The primary analysis will use complete case analysis (listwise deletion).
As an exploratory step, we will conduct a two-stage meta-analysis. First, effect estimates (e.g., Hazard Ratios) will be calculated separately for each trial. Second, these estimates will be pooled using a random-effects model (DerSimonian and Laird method) to account for anticipated heterogeneity between the independent studies. We will assess statistical heterogeneity using the I^2 statistic and the chi^2 test for heterogeneity. Forest plots will be generated to visualize the study-specific and pooled estimates.
Narrative Summary:
The Bellmunt Risk Score (BRS) is a simple tool that predicts survival in men with advanced, hormone-resistant prostate cancer (mCRPC). It uses three common clinical factors: patient well-being (ECOG PS), concentration of the oxygen-carrying molecule within the blood (hemoglobin), and liver metastases. Our previous research has validated this score in mCRPC patients.

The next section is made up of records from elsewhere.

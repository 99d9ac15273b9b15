package freshet.http.binding;

import static org.assertj.core.api.Assertions.assertThat;
import static org.assertj.core.api.Assertions.assertThatThrownBy;

import freshet.quantity.Choice;
import freshet.quantity.Default;
import freshet.quantity.Flat;
import freshet.quantity.Ph;
import freshet.quantity.Points;
import freshet.quantity.Sample;
import jakarta.validation.constraints.NotNull;
import jakarta.validation.constraints.Positive;
import java.util.List;
import org.jspecify.annotations.Nullable;
import org.junit.jupiter.api.Test;

/** The binder refuses at start whatever declaration it would not heed. */
class ShapeTest {

    record WithAForeignConstraint(@NotNull @Ph @Positive Double ph) {}

    record NeitherRequiredNorOptional(@Ph Double ph) {}

    record NeitherQuantityNorChoice(@Nullable Double ph) {}

    record AChoiceOfNothing(@Choice("x") @Nullable String ph) {}

    record Twice(@NotNull @Ph Double ph, @Flat Sample sample) {}

    record Whole(@Default("7") @Points Integer points) {}

    @Test
    void declarationsThatNoOneReadsAreRefused() {
        for (Class<? extends Record> type : List.of(
                WithAForeignConstraint.class,
                NeitherRequiredNorOptional.class,
                NeitherQuantityNorChoice.class,
                AChoiceOfNothing.class,
                Twice.class)) {
            assertThatThrownBy(() -> Shape.of(type)).as(type.getSimpleName()).isInstanceOf(IllegalStateException.class);
        }
    }

    @Test
    void aSampleIsReadAsItIsDeclared() {
        Shape<Sample> shape = Shape.of(Sample.class);
        assertThat(shape.names()).containsExactly("ph", "temperature_c", "temperature_f", "salinity", "ph_scale");
        assertThat(shape.input("ph").required()).isTrue();
        assertThat(shape.input("ph").maximum()).isEqualTo(14);
        assertThat(shape.input("salinity").required()).isFalse();
        assertThat(shape.input("salinity").defaultText()).contains("0");
        assertThat(shape.input("ph_scale").allowed()).containsExactly("nbs", "free", "total");
    }

    @Test
    void aWholeNumberMayBeWrittenAnyWayThatIsWhole() {
        assertThat(Request.fromQuery(Shape.of(Whole.class), "points=1e2")
                        .inputs()
                        .points())
                .isEqualTo(100);
        assertThat(Request.fromQuery(Shape.of(Whole.class), null).inputs().points())
                .isEqualTo(7);
        assertThatThrownBy(() -> Request.fromQuery(Shape.of(Whole.class), "points=2.5"))
                .hasMessageContaining("whole number");
    }

    @Test
    void theFingerprintTellsInputsApartAndNotTheirSpelling() {
        Shape<Sample> shape = Shape.of(Sample.class);
        long one = Request.fromQuery(shape, "ph=7.40&temperature_c=24").fingerprint();
        assertThat(Request.fromQuery(shape, "temperature_c=2.4e1&ph=7.4&salinity=-0")
                        .fingerprint())
                .isEqualTo(one);
        assertThat(Request.fromQuery(shape, "ph=7.41&temperature_c=24").fingerprint())
                .isNotEqualTo(one);
        assertThat(Request.fromQuery(shape, "ph=7.4&temperature_c=24&ph_scale=nbs")
                        .fingerprint())
                .isNotEqualTo(one);
    }
}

This new research aims to test if the BRS is also a valid prognostic tool for men at an earlier stage of disease: metastatic hormone-sensitive prostate cancer (mHSPC). We will analyze data from three large clinical trials (ARASENS, TITAN, LATITUDE) to see if this easy-to-use score can help predict outcomes in this different patient group. This could provide a valuable tool for doctors and patients to better understand prognosis and guide care.
Project Timeline:
Target Analysis Start Date: 01/25/2026
Estimated Analysis Completion Date: 01/25/2027
Estimated Manuscript Draft Date: 05/01/2027
Estimated Submission for Publication: 08/01/2027
Estimated Results Reported: 10/01/2027
Dissemination Plan: The primary method of dissemination will be through the publication of a manuscript in a high-impact, peer-reviewed medical journal. We will target leading international journals in the fields of oncology and urology, such as European Urology Oncology. We will adhere to open-access policies to ensure the findings are broadly accessible to researchers and clinicians globally.
Bibliography:
(1) Bellmunt J, Choueiri TK, Fougeray R, et al. Prognostic Factors in Patients With Advanced Transitional Cell Carcinoma of the Urothelial Tract Experiencing Treatment Failure With Platinum-Containing Regimens. J Clin Oncol. 2010;28(11):1850-5.
(2) Büttner T, Klümper N, Weiten R, et al. Bellmunt risk score as a survival predictor in patients with metastatic castration-resistant prostate cancer. The Prostate. 2024;84(12):1119-27.